Zen5 — Next Generation
Zen5 Ultra — 2T+ parameter MoDE (Mixture of Distilled Experts) model. The largest open-weight model in history, trained on-chain via NVIDIA TEE confidential compute on hanzo.network.
| Model | Parameters | Active | Architecture | Context | Status |
|---|---|---|---|---|---|
| Zen5 Ultra | 2T+ MoDE | TBD | Mixture of Distilled Experts | 1M+ | Research Preview |
Key Features
- 2T+ parameters — the largest open-weight model ever released
- MoDE architecture — Mixture of Distilled Experts for efficient routing
- On-chain training — verifiable training via NVIDIA TEE on hanzo.network
- 1M+ context — full codebase and document understanding
- GT-QLoRA — Gate-Targeted fine-tuning for MoE behavioral modification (paper)
Request Research Access
Zen5 is in private research preview.

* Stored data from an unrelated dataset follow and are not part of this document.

"""The traveler's pages on the record: points, waivers, numbered findings, parts, work outside."""

from collections.abc import Iterator

from reportlab.platypus import Flowable

from models.assess import Assessment, finding_key, live_entries
from models.assess.components import component_stories
from models.assess.decided import covered_by
from models.job import Attachment, PointEvent
from models.rules.rule import Verdict
from reports.front_pages import shown_time
from reports.parts import Cell, bold, head, note, table, words
from reports.told_words import TOLD, told_words

__all__ = ["record_pages"]

_POINTS = (
    "Hold: work does not pass without the signature. Witness: the party is told and may come; when "
    "nobody comes after the notice agreed, work goes on. Review: of papers only. Documents that "
    "say “witnessed” for what must wait mean a hold here."
)


def record_pages(view: Assessment) -> Iterator[Flowable]:
    """Print what stands in the record beside sizes, heat, mounts and runout."""
    yield from _points(view)
    yield from _waivers(view)
    yield from _numbered(view)
    yield from _components(view)
    yield from _told(view)
    yield from _instruments(view)


def _points(view: Assessment) -> Iterator[Flowable]:
    rows: list[list[Cell]] = []
    for step in view.job.plan.steps:
        attempts = view.attempts_at(step.key)
        states = attempts[-1].points if attempts else ()
        for state in states:
            told = "; ".join(
                f"{one.event} {shown_time(one.at)}" for one in state.events if one.event != "waived"
            )
            stands = state.how or (f"open: {state.lacks}" if state.lacks else "open")
            rows.append(
                [
                    words(f"{view.job.plan.step_number(step.key)}"),
                    bold(state.point.kind),
                    words(f"{state.point.what} ({state.point.role})"),
                    words(stands),
                    words(told),
                ]
            )
    if not rows:
        return
    yield head("Points", "who had to be there, and how each was passed")
    yield table(["step", "point", "what", "passed", "told"], rows, [10, 16, 56, 48, 42])
    yield note(words(_POINTS))


def _waivers(view: Assessment) -> Iterator[Flowable]:
    waivers = view.job.plan.waivers
    if not waivers:
        return
    yield head("Waivers that the plan agrees to")
    rows: list[list[Cell]] = [
        [bold(one.what), words(one.agreed_by), words(one.agreed_on), words(one.reason)]
        for one in waivers
    ]
    yield table(["what", "agreed by", "on", "because"], rows, [52, 40, 22, 58])


def _numbered(view: Assessment) -> Iterator[Flowable]:
    numbered = view.job.numbered_findings
    if not numbered:
        return
    yield head("Numbered findings", "a number is given once and never again")
    rows: list[list[Cell]] = []
    for one in numbered:
        mine = [two for two in view.findings if covered_by(one, finding_key(two.finding))]
        open_ = any(
            two.answered_by is None
            and two.finding.verdict in (Verdict.OUTSIDE, Verdict.CANNOT_TELL)
            for two in mine
        )
        answers = [two.answered_by for two in mine if two.answered_by is not None]
        stands = "open" if open_ else (answers[-1] if answers else "no longer found")
        rows.append(
            [bold(f"{one.number}"), words(one.words), words(shown_time(one.opened_at)),
             words(stands)]
        )  # fmt: skip
    yield table(["", "finding", "opened", "how it stands"], rows, [10, 84, 30, 48])


def _components(view: Assessment) -> Iterator[Flowable]:
    stories = component_stories(view.job, live_entries(view.job), view.attempts)
    if not stories:
        return
    yield head("Components", "each physical part, and each heat it has seen")
    rows: list[list[Cell]] = []
    for one in stories:
        part = one.component
        heats = "; ".join(
            f"{shown_time(heat.done_at)[:10]}, attempt {heat.attempt}, {heat.hottest}".rstrip(", ")
            for heat in one.heats
        )
        papers = ", ".join(
            each for each in (part.certificate, *(doc.name for doc in one.documents)) if each
        )
        name = part.name
        if part.substitute_for is not None:
            approved = f", approved by {part.approved_by}" if part.approved_by else ", not approved"
            name += f", in place of {part.substitute_for}{approved}"
        rows.append(
            [
                bold(part.serial),
                words(name),
                words(f"{part.drawing} {part.revision}".strip()),
                words(papers),
                words(", ".join(each for each in (part.balance, part.key_convention) if each)),
                words(heats),
            ]
        )
    yield table(["serial", "part", "drawing", "papers", "balance, key", "heats"], rows,
                [22, 40, 30, 24, 24, 32])  # fmt: skip


def _told(view: Assessment) -> Iterator[Flowable]:
    job = view.job
    found = [
        one for one in job.entries if isinstance(one, TOLD) and not isinstance(one, PointEvent)
    ]
    if not found:
        return
    names = {one.key: one.name for one in job.people}
    yield head("Seen, sent off, tightened, attached")
    rows: list[list[Cell]] = [
        [
            words(shown_time(one.done_at)),
            words(names.get(one.by, one.by)),
            bold(one.title),
            words(told_words(one)),
        ]
        for one in found
    ]
    yield table(["when", "who", "", "what"], rows, [32, 30, 22, 88])
    if any(isinstance(one, Attachment) for one in found):
        yield note(
            words(
                "Attached files lie beside the record under their digest; thirdjournal verify "
                "tells by name which is missing or changed."
            )
        )


def _instruments(view: Assessment) -> Iterator[Flowable]:
    events = view.job.instrument_events
    if not events:
        return
    yield head("Instruments found out", "readings made since are in doubt until somebody decides")
    rows: list[list[Cell]] = [
        [bold(one.tag), words(one.last_good_on), words(one.found_on), words(one.words)]
        for one in events
    ]
    yield table(["instrument", "last good", "found out", "what"], rows, [28, 26, 26, 92])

Researchers and institutions can request early access to preprints, weights, and evaluation under a special research license.
- Request Research Access — for researchers and institutions
- Join Waitlist — for API access when available
- GT-QLoRA Paper — our MoE fine-tuning research
Formats
All locally-runnable models are available in multiple formats:
| Format | Use Case | Platform |
|---|---|---|
| SafeTensors | Full precision, transformers | All |
| GGUF | Quantized, llama.cpp/Ollama | All |
| MLX | Apple Silicon optimized | macOS |
Usage
from transformers import AutoModelForCausalLM, AutoTokenizer
# Load any Zen4 model
model = AutoModelForCausalLM.from_pretrained("zenlm/zen4-pro-max")

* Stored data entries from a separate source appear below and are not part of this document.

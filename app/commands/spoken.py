"""What every command shares: how it speaks, reads, and ends."""

import sys
from collections.abc import Callable
from pathlib import Path
from typing import Any

from models.assess import Assessment
from models.job import Job
from models.rules.rule import Verdict

__all__ = [
    "NOT_WITHIN",
    "UNUSABLE",
    "WITHIN",
    "UnusableError",
    "read",
    "say",
    "status",
    "tell_network",
    "with_record",
]

WITHIN, NOT_WITHIN, UNUSABLE = 0, 1, 2
"""Exit status: every rule within; anything outside, in doubt or not judged; unusable input."""


class UnusableError(Exception):
    """Input that nothing can be done with; its message is one sentence with the way out."""


def say(text: str) -> None:
    """Say it on standard output, where a command speaks."""
    print(text)  # noqa: T201  (a command speaks on standard output)


def read(path: Path) -> Job:
    """Read a job file.

    Raises
    ------
    UnusableError
        If it is none; the message names the place of the fault.
    """
    from models.jobfile import JobFileError
    from models.jobfile import read as read_job

    try:
        return read_job(path)
    except JobFileError as trouble:
        raise UnusableError(f"{path}: {trouble}") from None


def status(view: Assessment) -> int:
    """Give the exit status of a job that was judged."""
    return WITHIN if view.verdict is Verdict.WITHIN else NOT_WITHIN


def tell_network(folder: Path) -> None:
    """Say on the error output that a folder lies on a network, where it does."""
    from models.record.folders import network_kind, network_words

    kind = network_kind(folder)
    if kind:
        print(f"thirdjournal: {network_words(folder, kind)}", file=sys.stderr)  # noqa: T201


def with_record(act: Callable[[], Any]) -> Any:  # noqa: ANN401  (whatever the act returns)
    """Do something with a record.

    Raises
    ------
    UnusableError
        If the record does not allow it.
    """
    from models.record.errors import RecordError

    try:
        return act()
    except RecordError as trouble:
        raise UnusableError(str(trouble)) from None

tokenizer = AutoTokenizer.from_pretrained("zenlm/zen4-pro-max")
messages = [{"role": "user", "content": "Hello!"}]
text = tokenizer.apply_chat_template(messages, tokenize=False, add_generation_prompt=True)
inputs = tokenizer(text, return_tensors="pt")
outputs = model.generate(**inputs, max_new_tokens=512)
print(tokenizer.decode(outputs[0], skip_special_tokens=True))Multimodal & Specialized
In addition to Zen4, the Zen LM family includes multimodal and specialized models:
| Model | Type | Description |
|---|---|---|
| zen-omni | Multimodal | Text + Vision + Audio |
| zen-vl | Vision-Language | Image understanding with function calling |
| zen-video | Video | Text-to-video and image-to-video generation |
| zen-3d | 3D Assets | 3D mesh generation from text/image |
All models available at huggingface.co/zenlm.